### [ABOUT THIS TASK]
Copy out each line from the start of the material below until the line with "log10 K25 at", that line included.

### [DATASET ENTRIES]
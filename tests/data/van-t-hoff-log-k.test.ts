import { describe, it, expect } from "vitest";
import fc from "fast-check";
import { vanTHoffLog10K } from "../../lib/data/van-t-hoff-log-k";
import { gasConstantJPerMolK } from "../../lib/thermo/physical-constants";

describe("vanTHoffLog10K", () => {
  it("returns log10 K25 at 298.15 K", () => {
    expect(vanTHoffLog10K({ log10K25: -8.48, deltaHJPerMol: -10000, deltaCpJPerMolK: -200 }, 298.15)).toBeCloseTo(-8.48, 12);
  });

  it("satisfies the van 't Hoff equation d ln K / dT = ΔrH°(T)/(R T²) with ΔrH°(T) = ΔrH° + ΔrCp°(T − 298.15) (property test)", () => {
    // The differential van 't Hoff equation (e.g. Anderson & Crerar 1993, Thermodynamics in Geochemistry, ch. 11).
    fc.assert(
      fc.property(
        fc.double({ min: -1e5, max: 1e5, noNaN: true }),
        fc.double({ min: -800, max: 800, noNaN: true }),
        fc.double({ min: 274, max: 372, noNaN: true }),
        (deltaHJPerMol, deltaCpJPerMolK, temperatureK) => {
          const reaction = { log10K25: 1, deltaHJPerMol, deltaCpJPerMolK };
          const stepK = 1e-3;
          const slopePerK = (Math.LN10 * (vanTHoffLog10K(reaction, temperatureK + stepK) - vanTHoffLog10K(reaction, temperatureK - stepK))) / (2 * stepK);
          const enthalpyAtTJPerMol = deltaHJPerMol + deltaCpJPerMolK * (temperatureK - 298.15);
          const expectedPerK = enthalpyAtTJPerMol / (gasConstantJPerMolK * temperatureK ** 2);
          expect(Math.abs(slopePerK - expectedPerK)).toBeLessThan(1e-6 + 1e-5 * Math.abs(expectedPerK));
        },
      ),
    );
  });

  it("follows the Plummer & Busenberg (1982) CO2 solubility function to 0.02 over 0–90 °C given its own 25 °C ΔrH° and ΔrCp°", () => {
    // Plummer & Busenberg (1982, Geochim. Cosmochim. Acta 46, 1011): log K(CO2(g) = CO2(aq)) as a function of T.
    // ΔrH° and ΔrCp° at 298.15 K are taken from that function by differentiation here, so the check is of the
    // constant-ΔrCp° approximation, not of any data entry.
    const henry = (t: number) => 108.3865 + 0.01985076 * t - 6919.53 / t - 40.45154 * Math.log10(t) + 669365 / t ** 2;
    const h = 1e-3;
    const tr = 298.15;
    const slope = (t: number) => (henry(t + h) - henry(t - h)) / (2 * h);
    const rLn10 = gasConstantJPerMolK * Math.LN10;
    const deltaHJPerMol = rLn10 * tr ** 2 * slope(tr);
    const deltaCpJPerMolK = (rLn10 * ((tr + h) ** 2 * slope(tr + h) - (tr - h) ** 2 * slope(tr - h))) / (2 * h);
    // Published ΔrH° of CO2 dissolution at 25 °C is about −19.98 kJ/mol (Plummer & Busenberg 1982, from memory).
    expect(deltaHJPerMol / 1000).toBeCloseTo(-19.98, 0);
    for (let temperatureK = 273.15; temperatureK <= 363.15; temperatureK += 5) {
      const approximation = vanTHoffLog10K({ log10K25: henry(tr), deltaHJPerMol, deltaCpJPerMolK }, temperatureK);
      expect(Math.abs(approximation - henry(temperatureK))).toBeLessThan(0.02);
    }
  });
});
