import { describe, it, expect } from "vitest";
import { hydrationTimelineChart, type TimelinePointVolumes } from "../../lib/charts/hydration-timeline";

describe("hydration timeline chart", () => {
  const points: TimelinePointVolumes[] = [
    { ageDays: 28, phaseVolumesCm3: { "C-S-H": 22, alite: 2 } },
    { ageDays: 1, phaseVolumesCm3: { "C-S-H": 9, alite: 18 } },
    { ageDays: 0, phaseVolumesCm3: { alite: 30 } },
  ];

  it("uses a logarithmic age axis in days and drops ages that cannot sit on it", () => {
    const chart = hydrationTimelineChart(points);
    expect(chart.x).toMatchObject({ scale: "log", unit: "d" });
    expect(chart.rows.map((r) => r.ageDays)).toEqual([1, 28]);
  });

  it("keeps the volume of every phase at every age", () => {
    const chart = hydrationTimelineChart(points);
    const alite = chart.series.find((s) => s.label === "alite")!;
    expect(chart.rows.map((r) => r[alite.key])).toEqual([18, 2]);
  });
});
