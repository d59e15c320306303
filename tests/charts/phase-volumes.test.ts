import { describe, it, expect } from "vitest";
import { phaseVolumesChart, type AssemblageVolumes } from "../../lib/charts/phase-volumes";

const assemblages: (AssemblageVolumes & { poreSolutionCm3: number; emptyPorosityCm3: number })[] = [
  { label: "28 d", phaseVolumesCm3: { "C-S-H": 20.5, portlandite: 6.1, ettringite: 4.2 }, poreSolutionCm3: 10.2, emptyPorosityCm3: 2.4 },
  { label: "sulfate 3000 mg/L", phaseVolumesCm3: { "C-S-H": 20.1, gypsum: 3.3, ettringite: 7.9, trace: 1e-6 }, poreSolutionCm3: 8.8, emptyPorosityCm3: 2.4 },
];

describe("phase volumes chart", () => {
  it("stacks every phase present in any assemblage, then pore solution and empty porosity on top", () => {
    const chart = phaseVolumesChart(assemblages);
    expect(chart.kind).toBe("stacked-bar");
    expect(chart.series.map((s) => s.label)).toEqual(["C-S-H", "portlandite", "ettringite", "gypsum", "pore solution", "empty porosity"]);
  });

  it("drops phases below the minimum volume in every bar", () => {
    expect(phaseVolumesChart(assemblages).series.map((s) => s.label)).not.toContain("trace");
  });

  it("keeps the paste volume: each bar's segments sum to the solids, pore solution and porosity of its assemblage", () => {
    const chart = phaseVolumesChart(assemblages);
    chart.rows.forEach((row, i) => {
      const total = chart.series.reduce((sum, s) => sum + ((row[s.key] as number | null) ?? 0), 0);
      const a = assemblages[i];
      const expected = Object.values(a.phaseVolumesCm3).filter((v) => v >= 1e-3).reduce((x, y) => x + y, 0) + a.poreSolutionCm3 + a.emptyPorosityCm3;
      expect(total).toBeCloseTo(expected, 10);
    });
  });

  it("writes zero for a phase absent from one assemblage and labels each bar", () => {
    const chart = phaseVolumesChart(assemblages);
    const gypsum = chart.series.find((s) => s.label === "gypsum")!;
    expect(chart.rows[0][gypsum.key]).toBe(0);
    expect(chart.rows.map((r) => r.label)).toEqual(["28 d", "sulfate 3000 mg/L"]);
  });

  it("states its units on the axis and in every series", () => {
    const chart = phaseVolumesChart(assemblages);
    expect(chart.yLeft.unit).toBe("cm³/100 g binder");
    expect(chart.series.every((s) => s.unit === "cm³/100 g binder")).toBe(true);
  });
});
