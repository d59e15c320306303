import { describe, it, expect } from "vitest";
import { chartCsv, chartCsvFileName, csvField } from "../../lib/charts/csv";
import type { ChartData } from "../../lib/charts/chart-data";

const chart: ChartData = {
  id: "Element temperature",
  title: "t",
  kind: "line",
  x: { key: "timeH", label: "Time", unit: "h", scale: "linear" },
  yLeft: { label: "Temperature", unit: "°C" },
  series: [
    { key: "a", label: "Core, centre", unit: "°C", axis: "left" },
    { key: "b", label: 'Surface "A"', unit: "°C", axis: "left" },
  ],
  rows: [
    { timeH: 0, a: 20, b: 20 },
    { timeH: 1.5, a: 21.25, b: null },
  ],
  thresholds: [],
};

describe("chart CSV", () => {
  it("writes a header with units, one line per row, CRLF line ends and empty cells for gaps (RFC 4180)", () => {
    const text = chartCsv(chart);
    expect(text).toBe('Time (h),"Core, centre (°C)","Surface ""A"" (°C)"\r\n0,20,20\r\n1.5,21.25,\r\n');
  });

  it("quotes fields only when they hold a comma, a quote or a line break (RFC 4180 section 2)", () => {
    expect(csvField("plain")).toBe("plain");
    expect(csvField("a,b")).toBe('"a,b"');
    expect(csvField('say "x"')).toBe('"say ""x"""');
    expect(csvField("two\nlines")).toBe('"two\nlines"');
  });

  it("reads back to the same numbers when parsed as comma-separated values", () => {
    const lines = chartCsv(chart).trim().split("\r\n");
    expect(lines).toHaveLength(chart.rows.length + 1);
    const second = lines[2].split(",");
    expect(Number(second[0])).toBe(1.5);
    expect(Number(second[1])).toBe(21.25);
  });

  it("gives a kebab-case file name ending in .csv", () => {
    expect(chartCsvFileName(chart)).toBe("hydrastate-element-temperature.csv");
  });
});
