import { afterAll, describe, expect, it } from "vitest";
import { POST as assess } from "../../app/api/v1/assess/route";
import { GET as getOne } from "../../app/api/v1/assessments/[id]/route";
import { POST as save } from "../../app/api/v1/assessments/route";
import { GET as report } from "../../app/api/v1/reports/[file]/route";
import { culvertDemo } from "../../lib/demo/culvert-demo";
import { setAssessmentStore } from "../../lib/service/store-instance";
import { runningVersions } from "../../lib/service/versions";
import { openSqliteStore } from "../../lib/store/sqlite-store";
import { context, json, jsonRequest } from "./request";

const previous = setAssessmentStore(openSqliteStore({ path: ":memory:", currentVersions: runningVersions() }));
afterAll(() => setAssessmentStore(previous)?.close());

describe("assess, save, reopen and report through the API", () => {
  it("keeps the computed result, states it is current, and reports it with its charts, flags and cautions", async () => {
    const computed = await json(await assess(jsonRequest("/assess", "POST", culvertDemo), context()));
    const saved = await save(jsonRequest("/assessments", "POST", { name: "Culvert walls", inputs: computed.inputs, result: computed }), context());
    expect(saved.status).toBe(201);
    const id = (await json(saved)).id as string;
    const reopened = await json(await getOne(jsonRequest(`/assessments/${id}`, "GET"), context({ id })));
    expect(reopened.result).toEqual(computed);
    expect(reopened.isCurrent).toBe(true);

    const markdown = await (await report(jsonRequest(`/reports/${id}.md`, "GET"), context({ file: `${id}.md` }))).text();
    expect(markdown).toContain("# Culvert walls");
    expect(markdown).toContain("Fernbrook Lane box culvert (demo)");
    for (const caution of computed.cautions as string[]) expect(markdown).toContain(caution);
    expect(markdown).toContain("### Phase volumes of the hydrate assemblage");
    expect(markdown).toContain("### Exposure classes");
    for (const flag of computed.flags as { title: string }[]) expect(markdown).toContain(flag.title);
    expect(markdown).toMatch(/would compute the same today/);

    const pdf = Buffer.from(await (await report(jsonRequest(`/reports/${id}.pdf`, "GET"), context({ file: `${id}.pdf` }))).arrayBuffer());
    expect(pdf.subarray(0, 5).toString("latin1")).toBe("%PDF-");
    expect(pdf.toString("latin1")).toContain("(Fernbrook Lane box culvert \\(demo\\))");
  });
});
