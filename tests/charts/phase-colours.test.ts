import { describe, it, expect } from "vitest";
import { phaseColour, phasesWithColour, seriesColours } from "../../lib/charts/phase-colours";
import { resultCharts } from "../../lib/charts/result-charts";
import { loadDataset } from "../../lib/data/load-dataset";
import { phaseIds } from "../../lib/equilibrium/equilibrate";
import { scmTypes } from "../../lib/schema/binder-input";
import { demoResult } from "../report/real-result";

/** The two names of the one pore solution (the paste's volumes and the timeline's series). */
const ALIASES = [["pore-solution", "pore solution"]];

describe("phase colours", () => {
  it("give every phase of the data set and every unreacted binder constituent a fixed colour", () => {
    const loaded = loadDataset();
    if (!loaded.ok) throw new Error(loaded.error.message);
    const unreacted = ["alite", "belite", "aluminate", "ferrite", "clinker-minor-oxides", ...scmTypes.map((t) => `unreacted-${t}`)];
    const missing = [...phaseIds(loaded.value), ...unreacted, "pore-solution", "empty porosity"].filter((id) => !phaseColour(id));
    expect(missing).toEqual([]);
  });

  it("never give two phases the same colour (only the two names of the pore solution share one)", () => {
    const byColour = new Map<string, string[]>();
    for (const id of phasesWithColour()) byColour.set(phaseColour(id)!.toLowerCase(), [...(byColour.get(phaseColour(id)!.toLowerCase()) ?? []), id]);
    const shared = [...byColour.values()].filter((ids) => ids.length > 1);
    expect(shared).toEqual(ALIASES);
  });

  it("are written as #rrggbb", () => {
    for (const id of phasesWithColour()) expect(phaseColour(id), id).toMatch(/^#[0-9a-f]{6}$/i);
  });

  it("keep a phase's colour whatever else the chart holds, and give unknown series colours no other series of the chart has", () => {
    const a = seriesColours(["csh", "portlandite", "ettringite"]);
    const b = seriesColours(["ettringite", "gypsum", "csh", "something-else", "another"]);
    expect(b[0]).toBe(a[2]);
    expect(b[2]).toBe(a[0]);
    expect(new Set(b).size).toBe(b.length);
    expect(b.slice(3).every((c) => !phasesWithColour().some((id) => phaseColour(id) === c))).toBe(true);
  });
});

describe("the demo scenario's charts", () => {
  it("draw each phase in the same colour in every chart, and no two drawn series of a chart in one colour", async () => {
    const charts = resultCharts(await demoResult());
    const colourOfPhase = new Map<string, Set<string>>();
    for (const chart of charts) {
      const drawn = chart.series.filter((s) => !s.tableOnly && s.colour);
      expect(new Set(drawn.map((s) => s.colour)).size, chart.id).toBe(drawn.length);
      for (const s of drawn) colourOfPhase.set(s.label, (colourOfPhase.get(s.label) ?? new Set()).add(s.colour!));
    }
    const inconsistent = [...colourOfPhase].filter(([, colours]) => colours.size > 1).map(([label]) => label);
    expect(inconsistent).toEqual([]);
    expect(colourOfPhase.size).toBeGreaterThan(10);
  }, 60_000);
});
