import { describe, it, expect } from "vitest";
import { phaseVolumesOf, resultCharts } from "../../lib/charts/result-charts";

const result = {
  assemblage: { phases: [{ id: "C-S-H", volumeCm3: 21 }, { id: "portlandite", volumeCm3: 5.5 }], poreSolutionCm3: 9, emptyPorosityCm3: 2, pH: 13.3 },
  scenarios: { sulfate: { title: "External sulfate", doseLabel: "SO3 added", doseUnit: "g/100 g binder", points: [{ dose: 0, pH: 13.3, phaseVolumesCm3: { ettringite: 4 } }, { dose: 1, pH: 13.0, phaseVolumesCm3: { ettringite: 8 } }] } },
  timeline: [{ ageDays: 1, phaseVolumesCm3: { alite: 20 } }, { ageDays: 28, phaseVolumesCm3: { alite: 3 } }],
  curing: {
    temperature: { timesH: [0, 1], coreC: [20, 25], surfaceC: [20, 22] },
    strength: [{ timeH: 1, coreMPa: 0.5, surfaceMPa: 0.3 }],
    maturity: [{ timeH: 1, coreEquivalentAgeH: 1.2, surfaceEquivalentAgeH: 1.1 }],
  },
  rhTemperatureMap: [{ temperatureC: 20, relativeHumidityPercent: 50, state: "ettringite" }],
};

describe("result charts", () => {
  it("gives one chart per part present, in reading order", () => {
    expect(resultCharts(result).map((c) => c.id)).toEqual(["phase-volumes", "sweep-sulfate", "hydration-timeline", "element-temperature", "strength-maturity", "rh-temperature-map"]);
  });

  it("gives no chart (and no error) for a result without those parts", () => {
    expect(resultCharts({ flags: [] })).toEqual([]);
    expect(resultCharts(null)).toEqual([]);
    expect(resultCharts({ assemblage: "broken", curing: { temperature: { timesH: "x" } } })).toEqual([]);
  });

  it("reads phase volumes from a list of phases or from a record", () => {
    expect(phaseVolumesOf({ phases: [{ id: "a", volumeCm3: 1 }, { id: "b", volumeCm3: "x" }] })).toEqual({ a: 1 });
    expect(phaseVolumesOf({ phaseVolumesCm3: { a: 2, b: null } })).toEqual({ a: 2 });
  });

  it("draws the delayed-ettringite limit at 70 °C when the result states none (Taylor, Famy & Scrivener 2001)", () => {
    const chart = resultCharts(result).find((c) => c.id === "element-temperature")!;
    expect(chart.thresholds.map((t) => t.value)).toEqual([70]);
  });
});
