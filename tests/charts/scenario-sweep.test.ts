import { describe, it, expect } from "vitest";
import { scenarioSweepChart, type ScenarioSweep } from "../../lib/charts/scenario-sweep";

const sweep: ScenarioSweep = {
  id: "sulfate",
  title: "External sulfate",
  doseLabel: "Sulfate added",
  doseUnit: "g SO3/100 g binder",
  points: [
    { dose: 2, phaseVolumesCm3: { ettringite: 9, gypsum: 1.5 }, pH: 12.9 },
    { dose: 0, phaseVolumesCm3: { ettringite: 4, monosulfate: 3 }, pH: 13.4 },
    { dose: 1, phaseVolumesCm3: { ettringite: 7 }, pH: Number.NaN },
  ],
};

describe("scenario sweep chart", () => {
  it("sorts the points by dose", () => {
    expect(scenarioSweepChart(sweep).rows.map((r) => r.dose)).toEqual([0, 1, 2]);
  });

  it("puts pH on the right axis and every phase volume on the left", () => {
    const chart = scenarioSweepChart(sweep);
    const pH = chart.series.filter((s) => s.axis === "right");
    expect(pH.map((s) => s.label)).toEqual(["pH"]);
    expect(chart.series.filter((s) => s.axis === "left").map((s) => s.label).sort()).toEqual(["ettringite", "gypsum", "monosulfate"]);
    expect(chart.yRight?.label).toBe("pH");
  });

  it("leaves a gap where pH is not a finite number, and zero where a phase is absent", () => {
    const chart = scenarioSweepChart(sweep);
    const pHKey = chart.series.find((s) => s.label === "pH")!.key;
    const gypsumKey = chart.series.find((s) => s.label === "gypsum")!.key;
    expect(chart.rows[1][pHKey]).toBeNull();
    expect(chart.rows[0][pHKey]).toBe(13.4);
    expect(chart.rows[0][gypsumKey]).toBe(0);
    expect(chart.rows[2][gypsumKey]).toBe(1.5);
  });

  it("labels the x axis with the dose and its unit and takes its id from the scenario", () => {
    const chart = scenarioSweepChart(sweep);
    expect(chart.x).toMatchObject({ label: "Sulfate added", unit: "g SO3/100 g binder" });
    expect(chart.id).toBe("sweep-sulfate");
  });
});

describe("scenario sweep chart of a scenario that adds a solution with its water", () => {
  // Sulfate ingress adds the sulfate solution with its water: litres of pore solution per 100 g binder (numbers invented).
  const flooded: ScenarioSweep = {
    id: "sulfate",
    title: "Sulfate ingress",
    doseLabel: "Sulfate taken up",
    doseUnit: "mmol SO4 per 100 g binder",
    points: [
      { dose: 0, phaseVolumesCm3: { csh: 30, ettringite: 5, "pore-solution": 20 }, pH: 13.5 },
      { dose: 100, phaseVolumesCm3: { csh: 28, ettringite: 12, "pore-solution": 5600 }, pH: 13.0 },
    ],
  };

  it("keeps the pore solution in the table but does not draw it when it exceeds the solids, and says so in the note", () => {
    const chart = scenarioSweepChart(flooded);
    const solution = chart.series.find((s) => s.label === "pore-solution")!;
    expect(solution.tableOnly).toBe(true);
    expect(chart.rows[1][solution.key]).toBe(5600);
    expect(chart.series.filter((s) => s.label !== "pore-solution").every((s) => !s.tableOnly)).toBe(true);
    expect(chart.note).toMatch(/5600 cm³\/100 g binder against 40 cm³ of solids/);
  });

  it("draws the pore solution stacked on the solids when it is smaller than they are (the paste volume)", () => {
    const paste: ScenarioSweep = { ...flooded, points: flooded.points.map((p) => ({ ...p, phaseVolumesCm3: { ...p.phaseVolumesCm3, "pore-solution": 20 } })) };
    const chart = scenarioSweepChart(paste);
    expect(chart.series.some((s) => s.tableOnly)).toBe(false);
    expect(chart.note).not.toMatch(/not drawn/);
  });
});

describe("scenario sweep chart without a pore solution at any point (dried solids)", () => {
  it("has no pH series and no right axis, and says why", () => {
    const dry: ScenarioSweep = { id: "drying", title: "Solids after drying", doseLabel: "Relative humidity", doseUnit: "%", points: [{ dose: 30, phaseVolumesCm3: { ettringite: 5 }, pH: null }, { dose: 60, phaseVolumesCm3: { ettringite: 6 }, pH: null }] };
    const chart = scenarioSweepChart(dry);
    expect(chart.series.map((s) => s.label)).toEqual(["ettringite"]);
    expect(chart.yRight).toBeUndefined();
    expect(chart.note).toMatch(/no pH/);
  });
});
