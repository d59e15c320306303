import { describe, it, expect } from "vitest";
import { readdirSync, readFileSync } from "node:fs";
import { join } from "node:path";
import { phaseLabel, withPhaseLabels } from "../../lib/charts/phase-labels";
import { phaseVolumesChart } from "../../lib/charts/phase-volumes";

/** Every solid id of the data files (cement data and the starter solids). */
function solidIds(): string[] {
  const ids: string[] = [];
  const files = [
    ...readdirSync("lib/data/cement").map((f) => join("lib/data/cement", f)),
    "lib/data/starter/solids.json",
  ].filter((f) => f.endsWith(".json"));
  for (const file of files) {
    const data = JSON.parse(readFileSync(file, "utf8")) as { species?: { id: string; formula?: string; state?: string; phase?: string; aggregation?: string }[] };
    for (const s of data.species ?? []) if (/^[a-z]/.test(s.id)) ids.push(s.id);
  }
  return ids;
}

describe("readable phase names", () => {
  it("names the phases as the trade writes them (mineral names and cement chemist notation, common practice)", () => {
    expect(phaseLabel("csh")).toBe("C-S-H");
    expect(phaseLabel("fe-siliceous-hydrogarnet")).toBe("Fe-siliceous hydrogarnet");
    expect(phaseLabel("monosulfate-14")).toBe("Monosulfate (14 H2O)");
    expect(phaseLabel("friedel-salt")).toBe("Friedel's salt");
    expect(phaseLabel("c4ah13")).toBe("C₄AH₁₃");
    // Solid-solution end-members by molar ratio: Ca/Si 1.67 / 1 and Mg/Si 1.5 / 1.
    expect(phaseLabel("csh-ca1.67-si1")).toBe("C-S-H end-member (Ca/Si 1.67)");
    expect(phaseLabel("msh-mg1.5-si1")).toBe("M-S-H end-member (Mg/Si 1.5)");
    expect(phaseLabel("csh-ca1-si2")).toBe("C-S-H end-member (Ca/Si 0.5)");
    // An end-member of the default C-S-H (lib/data/cement/csh.json): 1.5 Ca per 0.6667 Si.
    expect(phaseLabel("csh-ca1.5-si0.6667")).toBe("C-S-H end-member (Ca/Si 2.25)");
  });

  it("names the unreacted binder of the hydration timeline and the liquid (mineral names of the clinker phases, common practice)", () => {
    expect(phaseLabel("alite")).toBe("Alite (C₃S, unreacted)");
    expect(phaseLabel("ferrite")).toBe("Ferrite (C₄AF, unreacted)");
    expect(phaseLabel("clinker-minor-oxides")).toBe("Minor clinker oxides (unreacted)");
    expect(phaseLabel("unreacted-slag")).toBe("Unreacted slag");
    expect(phaseLabel("unreacted-siliceous-fly-ash")).toBe("Unreacted siliceous fly ash");
    expect(phaseLabel("pore-solution")).toBe("Pore solution");
    expect(phaseLabel("pore solution")).toBe("Pore solution");
    expect(phaseLabel("unreacted-")).toBe("unreacted-");
  });

  it("returns an id it has no name for as it is, including names of Object's prototype", () => {
    expect(phaseLabel("unknown-phase")).toBe("unknown-phase");
    expect(phaseLabel("Pore solution")).toBe("Pore solution");
    expect(phaseLabel("constructor")).toBe("constructor");
    expect(phaseLabel("csh-ca1-si0")).toBe("csh-ca1-si0");
  });

  it("has a name, distinct from every other, for each solid in the data files", () => {
    const ids = solidIds();
    expect(ids.length).toBeGreaterThan(30);
    const missing = ids.filter((id) => phaseLabel(id) === id);
    expect(missing).toEqual([]);
    const names = ids.map(phaseLabel);
    expect(new Set(names).size).toBe(new Set(ids).size);
  });

  it("renames only the series of a chart, leaving the rows, axes and the input unchanged", () => {
    const chart = phaseVolumesChart([{ label: "28 d", phaseVolumesCm3: { csh: 20, portlandite: 5 }, poreSolutionCm3: 9 }]);
    const named = withPhaseLabels(chart);
    expect(named.series.map((s) => s.label)).toEqual(chart.series.map((s) => phaseLabel(s.label)));
    expect(named.series.map((s) => s.label)).toContain("C-S-H");
    expect(named.series.map((s) => s.key)).toEqual(chart.series.map((s) => s.key));
    expect(named.rows).toBe(chart.rows);
    expect(chart.series.map((s) => s.label)).toContain("csh");
  });
});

### [SOLVED EXERCISE]
filename tests/data/van-t-hoff-log-k.test.ts
import { describe, it, expect } from "vitest";
import fc from "fast-check";
import { vanTHoffLog10K } from "../../lib/data/van-t-hoff-log-k";
import { gasConstantJPerMolK } from "../../lib/thermo/physical-constants";

describe("vanTHoffLog10K", () => {
  it("returns log10 K25 at 298.15 K", () => {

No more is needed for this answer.